▼
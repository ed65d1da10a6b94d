"""The same data in other layouts gives the same figures as the plain CSV demo.

Each test rewrites the demo pack (in a temporary folder) as ``;``-separated files with a
decimal comma, an XLSX workbook with named sheets, Parquet files, wide returns, or
day-first dates with an explicit ``date_format``, then compares ``validate_pack`` +
``analyse`` with the plain demo. Full PDF builds are not needed for this.
"""

from __future__ import annotations

import csv
import datetime as dt
import re
import shutil
from pathlib import Path

import pandas as pd
import pyarrow as pa
import pyarrow.parquet as pq
import pytest
from openpyxl import Workbook

from reporter.analytics.pack import analyse
from reporter.cli import main
from reporter.config import INPUT_ROLES, load_settings
from reporter.validate import validate_pack
from tests.conftest import DEMO
from tests.data.make_bad_cases import base_pack, write_pack

FILES = {"holdings": "holdings.csv", "returns": "returns.csv", "market": "market.csv",
         "risk_free": "risk_free.csv", "cash_flows": "cash_flows.csv"}
NUMERIC = {"weight", "market_value", "return", "rate", "amount"}


def read_text_table(path: Path) -> tuple[list[str], list[list[str]]]:
    """A CSV file as text, exactly as written (no number parsing)."""
    with open(path, encoding="utf-8", newline="") as fh:
        rows = list(csv.reader(fh))
    return rows[0], rows[1:]


def write_text_table(path: Path, header: list[str], rows: list[list[str]],
                     delimiter: str = ",") -> None:
    with open(path, "w", encoding="utf-8", newline="") as fh:
        w = csv.writer(fh, delimiter=delimiter, lineterminator="\n")
        w.writerow(header)
        w.writerows(rows)


def pack_toml_with_inputs(inputs_section: str) -> str:
    """The demo's pack.toml with its [inputs] section replaced."""
    text = (DEMO / "pack.toml").read_text(encoding="utf-8")
    new, n = re.subn(r"\[inputs\]\n(?:[^\[].*\n|\n)*", inputs_section.strip() + "\n\n", text)
    assert n == 1
    return new


def figures(pack: Path):
    settings = load_settings(pack)
    inputs = validate_pack(settings, strict=True)
    return inputs, analyse(inputs, settings)


@pytest.fixture(scope="module")
def reference():
    """The plain CSV demo's validated inputs and results."""
    return figures(DEMO)


def assert_same_figures(pack: Path, reference) -> None:
    ref_inputs, ref = reference
    inputs, res = figures(pack)
    pd.testing.assert_frame_equal(inputs.holdings.frame, ref_inputs.holdings.frame)
    pd.testing.assert_frame_equal(res.securities, ref.securities, check_exact=True)
    assert res.portfolio_summary() == ref.portfolio_summary()


def demo_tables() -> dict[str, tuple[list[str], list[list[str]]]]:
    return {role: read_text_table(DEMO / name) for role, name in FILES.items()}


def test_reference_is_the_full_demo(reference):
    """Guards the comparisons below: the reference has every holding and real figures."""
    inputs, res = reference
    holdings = pd.read_csv(DEMO / "holdings.csv")
    assert list(res.securities["security_id"]) == list(holdings["security_id"])
    assert res.securities["beta"].notna().sum() >= len(holdings) - 4
    assert inputs.returns.shape == "long"


@pytest.mark.parametrize("where", ["inline", "section"])
def test_semicolon_and_decimal_comma(tmp_path, reference, where):
    pack = tmp_path / "pack"
    pack.mkdir()
    for role, (header, rows) in demo_tables().items():
        numeric = [j for j, c in enumerate(header) if c in NUMERIC]
        for r in rows:
            for j in numeric:
                r[j] = r[j].replace(".", ",")
        write_text_table(pack / FILES[role], header, rows, delimiter=";")
    if where == "inline":
        inputs = "[inputs]\n" + "\n".join(
            f'{role} = {{ path = "{name}", delimiter = ";", decimal = "," }}'
            for role, name in FILES.items())
    else:
        inputs = "[inputs]\n" + "\n".join(f'{role} = "{name}"' for role, name in FILES.items())
        inputs += '\ndelimiter = ";"\ndecimal = ","'
    (pack / "pack.toml").write_text(pack_toml_with_inputs(inputs), encoding="utf-8")
    sample = (pack / "returns.csv").read_text(encoding="utf-8").splitlines()[1]
    assert re.fullmatch(r"\d{4}-\d\d-\d\d;\w+;-?\d+,\d+", sample), sample
    assert_same_figures(pack, reference)


def test_decimal_comma_without_the_setting_fails(tmp_path, capsys):
    """The same files read as plain CSV are refused: the settings above are what counts."""
    pack = tmp_path / "pack"
    pack.mkdir()
    for role, (header, rows) in demo_tables().items():
        write_text_table(pack / FILES[role], header, rows, delimiter=";")
    # the demo's pack.toml without its optional style files (not written here)
    text = (DEMO / "pack.toml").read_text(encoding="utf-8")
    (pack / "pack.toml").write_text(re.sub(r"(?m)^(factors|benchmark_sectors) = .*\n", "", text),
                                    encoding="utf-8")
    assert main(["check", str(pack)]) == 2
    err = capsys.readouterr().err
    assert "holdings.csv:1:security_id: required column is missing" in err


@pytest.mark.parametrize("sep, toml", [(";", '";"'), ("\t", '"\\t"')])
def test_other_delimiter_without_the_setting_says_what_to_set(tmp_path, capsys, sep, toml):
    """A semicolon (or tab) file read with the default comma is one column named
    ``date;return``: each missing column's line says which delimiter to set."""
    pack = tmp_path / "pack"
    shutil.copytree(DEMO, pack)
    for role in ("holdings", "market"):
        header, rows = read_text_table(DEMO / FILES[role])
        write_text_table(pack / FILES[role], header, rows, delimiter=sep)
    assert main(["check", str(pack)]) == 2
    err = capsys.readouterr().err.splitlines()
    hint = f"; the header holds them separated by {sep!r}: set delimiter = {toml}"
    # a control character in a message is shown escaped (a tab as \t)
    m_has = sep.join(read_text_table(DEMO / "market.csv")[0]).replace("\t", "\\t")
    assert f"market.csv:1:date: required column is missing (the file has: {m_has}){hint}" in err
    assert f"market.csv:1:return: required column is missing (the file has: {m_has}){hint}" in err
    assert ("holdings.csv:1:weight: required column is missing: give weight or market_value"
            + hint.replace("them", "it")) in err
    assert "Traceback" not in "\n".join(err)


@pytest.mark.parametrize("demo, file, column", [("demo-fund", "holdings.csv", "mandate"),
                                                 ("demo", "factors.csv", "date")])
def test_other_delimiter_hint_for_fund_holdings_and_factors(tmp_path, capsys, demo, file,
                                                             column):
    pack = tmp_path / "pack"
    shutil.copytree(DEMO.parent / demo, pack)
    header, rows = read_text_table(pack / file)
    write_text_table(pack / file, header, rows, delimiter=";")
    assert main(["check", str(pack)]) == 2
    (line,) = [x for x in capsys.readouterr().err.splitlines()
               if x.startswith(f"{file}:1:{column}: required column is missing")]
    assert line.endswith("; the header holds it separated by ';': set delimiter = \";\"")
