def _score_rr(log_phi, xa, na, xb, nb, correction):
    """Signed score statistic for p_a / p_b = phi (decreasing in phi).

    The proportions under the constraint p_a = phi p_b maximise the
    likelihood: p_b is the root in [0, min(1, 1/phi)] of
    N phi p^2 - (n_a phi + x_a + n_b + x_b phi) p + (x_a + x_b) = 0
    (Miettinen & Nurminen 1985), taken in the form free of cancellation.
    """
    phi = np.exp(log_phi)
    n_tot = na + nb
    b_coef = na * phi + xa + nb + xb * phi
    disc = np.maximum(b_coef * b_coef - 4.0 * n_tot * phi * (xa + xb), 0.0)
    pb = 2.0 * (xa + xb) / (b_coef + np.sqrt(disc))
    pa = np.minimum(phi * pb, 1.0)
    num = xa / na - phi * xb / nb
    var = (pa * (1.0 - pa) / na + phi * phi * pb * (1.0 - pb) / nb) * correction
    return _signed_ratio(num, var)


def _signed_ratio(num, var):
    """num / sqrt(var), with 0/0 = 0 and x/0 = ±inf."""
    with np.errstate(divide="ignore", invalid="ignore"):
        t = num / np.sqrt(var)
        t = np.where(num == 0, 0.0, t)
        return np.where((var <= 0) & (num != 0), np.sign(num) * np.inf, t)


def score_limits(statistic, z: float, args):
    """Limits exp(t) where a decreasing score statistic T(t) crosses +z (lower) and -z (upper).

    ``statistic(t, *args)`` takes arrays of log ratios and of the counts
    ``args`` (broadcast together); see :func:`decreasing_roots`.
    """
    args = np.broadcast_arrays(*args)
    flat = [a.ravel() for a in args]
    out = []
    for target in (z, -z):
        roots = decreasing_roots(lambda t, idx: statistic(t, *(a[idx] for a in flat)) - target, flat[0].size)
        out.append(roots.reshape(args[0].shape))
    return out[0], out[1]
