describe("documentation", () => {
  it("the OpenAPI 3.1 document lists every endpoint, and its component schemas describe the answers", async () => {
    const doc = await json("/api/v1/openapi.json");
    expect(doc.openapi).toBe("3.1.0");
    expect(doc.info.license.identifier).toBe("CC-BY-4.0");
    const Ajv2020 = (await import("ajv/dist/2020.js")).default;
    const ajv = new Ajv2020({ strict: false });
    (await import("ajv-formats")).default(ajv);
    ajv.addSchema(doc, "openapi");
    const answers: Record<string, string> = {
      "/api/v1/reports": "report-page",
      "/api/v1/models": "model-list",
      "/api/v1/job-types": "job-type-list",
      "/api/v1/stats": "stat-list",
      "/api/v1/bench-runs": "bench-run-page",
      "/api/v1/rigs": "rig-list",
      "/api/v1/bench-protocols": "bench-protocol-list",
      "/api/v1/bench-figures": "bench-figure-list",
    };
    for (const path of Object.keys(doc.paths)) {
      if (path.includes("{")) continue;
      const res = await get(path);
      expect([200, 302], path).toContain(res.status);
      const component = answers[path];
      if (component) {
        const validate = ajv.getSchema(`openapi#/components/schemas/${component}`)!;
        expect(validate(await res.json()), `${path} ${JSON.stringify(validate.errors)}`).toBe(true);
      } else await res.body?.cancel();
    }
  });

  it("the Data Package describes the bulk files: their columns, types, units and constraints", async () => {
    const pkg = await json("/api/v1/datapackage.json");
    expect(pkg.licenses[0]).toMatchObject({ name: "CC-BY-4.0" });
    const csvResource = pkg.resources.find((r: { format: string }) => r.format === "csv");
    const header = (await (await get("/api/v1/reports.csv")).text()).split("\r\n")[0]!.split(",");
    expect(csvResource.schema.fields.map((f: { name: string }) => f.name)).toEqual(header);
    expect(csvResource.dialect.lineTerminator).toBe("\r\n");
    const TABLE_TYPES = ["string", "number", "integer", "boolean", "datetime", "array", "object"];
    for (const f of csvResource.schema.fields) expect(TABLE_TYPES).toContain(f.type);
    const inlet = csvResource.schema.fields.find((f: { name: string }) => f.name === "inlet_kpa");
    expect(inlet).toMatchObject({
      type: "number",
      unit: "kPa",
      constraints: { required: true, minimum: 0, maximum: 2000 },
    });
    expect(csvResource.schema.primaryKey).toEqual(["id"]);
  });

  it("the /data page has the dictionary (SI units per field), curl examples, the licence and a citation", async () => {
    const res = await get("/data");
    expect(res.status).toBe(200);
    const html = await res.text();
    for (const text of [
      "Data dictionary",
      "SI units",
      "CC BY 4.0",
      "curl -s",
      "Cite it as",
      "inlet_kpa",
      "kPa",
      "evidence_urls",
      "pressure_adjusted.estimate",
      "rp_",
    ]) {
      expect(html, text).toContain(text);
    }
  });
});

describe("the published contract", () => {
  it("documents 400, 401 and 429 with the error schema on every operation", async () => {
    const doc = await json("/api/v1/openapi.json");
    for (const [path, item] of Object.entries(
      doc.paths as Record<
        string,
        { get: { responses: Record<string, { content?: Record<string, { schema: unknown }> }> } }
      >,
    )) {
      for (const status of ["400", "401", "429"]) {
        expect(item.get.responses[status]?.content?.["application/json"]?.schema, `${path} ${status}`).toEqual({
          $ref: "#/components/schemas/error",
        });
      }
    }
  });

  it("declares what the date parameters take, and the feed takes exactly that", async () => {
    const doc = await json("/api/v1/openapi.json");
    const params = doc.paths["/api/v1/reports"].get.parameters as { name: string; schema: object }[];
    const Ajv2020 = (await import("ajv/dist/2020.js")).default;
    const ajv = new Ajv2020({ strict: false });
    (await import("ajv-formats")).default(ajv);
    for (const name of ["accepted_since", "accepted_until"]) {
      const schema = params.find((p) => p.name === name)!.schema;
      expect(schema).toEqual({ type: "string", anyOf: [{ format: "date" }, { format: "date-time" }] });
      const validate = ajv.compile(schema);
      // RFC 3339 full-date and date-time (published) are what ajv-formats checks.
      for (const value of ["2026-12-01", "2026-12-01T08:00:00Z", "2026-12-01T08:00:00+01:00"]) {
        expect(validate(value), value).toBe(true);
        expect((await get(`/api/v1/reports?${name}=${encodeURIComponent(value)}&limit=1`)).status, value).toBe(200);
      }
      for (const value of ["last tuesday", "2026-13-01", "2026-12-01T08:00:00"]) {
        expect(validate(value), value).toBe(false);
        expect((await json(`/api/v1/reports?${name}=${encodeURIComponent(value)}`, 400)).error.parameter, value).toBe(
          name,
        );
      }
    }
  });

  it("answers a path with a broken %-escape with the JSON error, and logs no stack", async () => {
    const log = await serverLogDuring(async () => {
      for (const path of ["/api/v1/reports/%C0%AF", "/api/v1/%E0%A4%A"]) {
        const res = await get(path);
        expect(res.status, path).toBe(400);
        expect(res.headers.get("content-type")).toMatch(/^application\/json/);
        const body = await res.json();
        expect(check("error", body)).toEqual([]);
        expect(body.error.code).toBe("invalid_path");
      }
      const page = await fetch(new URL("/models/%C0%AF", inject("baseUrl")));
      expect(page.status).toBe(400);
      expect(page.headers.get("content-type")).toMatch(/^text\/plain/);
      expect(await page.text()).toMatch(/broken %-escape/);
    });
    expect(log).not.toMatch(/URIError|Failed to decode param/);
  });
});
▲
Work request:
All lines above from the one containing "shutil.copytree(DEMO, pack)" to the one containing "# a control" must be repeated exactly, both lines included, and no others.

Exercise result:
    shutil.copytree(DEMO, pack)
    for role in ("holdings", "market"):
        header, rows = read_text_table(DEMO / FILES[role])
        write_text_table(pack / FILES[role], header, rows, delimiter=sep)
    assert main(["check", str(pack)]) == 2
    err = capsys.readouterr().err.splitlines()
    hint = f"; the header holds them separated by {sep!r}: set delimiter = {toml}"
    # a control character in a message is shown escaped (a tab as \t)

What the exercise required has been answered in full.